• **Provided data**
··········
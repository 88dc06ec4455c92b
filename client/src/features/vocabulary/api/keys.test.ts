import { describe, expect, it } from 'vitest';
import { expectKeyFactory, isUnder } from '@/testing/query-keys';
import { vocabularyKeys } from './keys';

const listing = { query: '', sort: 'count', show: 'all', page: 1 } as const;

describe('vocabularyKeys', () => {
  it('keeps the client list, the listing pages and the misspellings apart under the vocabulary root', () => {
    expectKeyFactory(vocabularyKeys.all, {
      all: vocabularyKeys.all,
      clientA: vocabularyKeys.client('a'),
      clientB: vocabularyKeys.client('b'),
      versions: vocabularyKeys.versions(),
      page1: vocabularyKeys.words('a', listing),
      page2: vocabularyKeys.words('a', { ...listing, page: 2 }),
      misspellingsA: vocabularyKeys.misspellings('a'),
    });
  });

  it('puts every version key under versions() and no client list there', () => {
    expect(isUnder(vocabularyKeys.misspellings('a'), vocabularyKeys.versions())).toBe(true);
    expect(isUnder(vocabularyKeys.client('a'), vocabularyKeys.versions())).toBe(false);
  });
});
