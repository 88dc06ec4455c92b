// Building the model the evaluate and suggest commands run: a personal PPM
// model trained on --train files, optionally blended with the Brown base model.
import { loadBaseModel } from '../../../corpora/base-model';
import { type PpmModel, prepareText } from '../engine/index';
import { freshModel, trainPersonalModel, tuneBlendWeightOnTail } from '../engine/evaluation/index';
import type { EscapeMethod, NextSymbolModel } from '../engine/index';
import { UsageError } from './cli-errors';
import { integerIn, numberIn, oneOf, onOff, optionValue, readTextFile, type ParsedArgs } from './args';

/** Options shared by evaluate and suggest. */
export const modelOptionNames = ['order', 'escape', 'exclusion', 'base', 'base-weight'] as const;

export type ModelChoice = {
  order: number;
  escape: EscapeMethod;
  exclusion: boolean;
  base: 'none' | 'brown';
  /** 'auto' or λ in 0..1 (weight of the base model). */
  baseWeight: 'auto' | number;
};

/** Reads and checks --order, --escape, --exclusion, --base, --base-weight. */
export function modelChoice(parsed: ParsedArgs): ModelChoice {
  const weight = optionValue(parsed, 'base-weight', 'auto');
  return {
    order: integerIn('order', optionValue(parsed, 'order', '5'), 0, 12),
    escape: oneOf('escape', optionValue(parsed, 'escape', 'C'), ['A', 'B', 'C', 'D'] as const),
    exclusion: onOff('exclusion', optionValue(parsed, 'exclusion', 'on')),
    base: oneOf('base', optionValue(parsed, 'base', 'none'), ['none', 'brown'] as const),
    baseWeight: weight === 'auto' ? 'auto' : numberIn('base-weight', weight, 0, 1),
  };
}

/** Reads every --train file (text only) and prepares it (NFC, line endings). */
export function readTrainingTexts(parsed: ParsedArgs, required: boolean): Uint32Array[] {
  const files = parsed.values.get('train') ?? [];
  if (required && files.length === 0) throw new UsageError('missing --train <file>... (or use --base brown)');
  return files.map((f) => prepareText(readTextFile(f)));
}

/** A trained personal model plus, when asked, the base model and λ. */
export type BuiltModel = {
  personal: PpmModel;
  base?: PpmModel;
  /** λ actually used (0 without a base model). */
  baseWeight: number;
  /** A fresh model to run: clones the personal model, shares the frozen base. */
  fresh(adaptive: boolean): NextSymbolModel;
};

/**
 * Trains the personal model on the training texts (each learned as its own
 * text, no context across files). With the base model and `auto`, λ is tuned
 * on the last 10% of the training text: a personal model trained on the
 * other 90% and the base model are mixed on it (Keyloom never tunes on the
 * test text). Without training text, `auto` means the base model alone.
 */
export function buildModel(choice: ModelChoice, texts: readonly Uint32Array[]): BuiltModel {
  const settings = {
    order: choice.order,
    escape: choice.escape,
    exclusion: choice.exclusion,
    adaptive: true,
  };
  const personal = trainPersonalModel(settings, texts);
  let base: PpmModel | undefined;
  let weight = 0;
  if (choice.base === 'brown') {
    base = loadBaseModel();
    weight = choice.baseWeight === 'auto' ? tuneBlendWeightOnTail(settings, texts, base) : choice.baseWeight;
  }
  return {
    personal,
    base,
    baseWeight: weight,
    fresh(adaptive: boolean): NextSymbolModel {
      return freshModel(personal, base, weight, adaptive);
    },
  };
}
··········
• **How to complete this task**
Extract every line above containing the word "order".

• **Task answer**
export const modelOptionNames = ['order', 'escape', 'exclusion', 'base', 'base-weight'] as const;
  order: number;
/** Reads and checks --order, --escape, --exclusion, --base, --base-weight. */
    order: integerIn('order', optionValue(parsed, 'order', '5'), 0, 12),
    order: choice.order,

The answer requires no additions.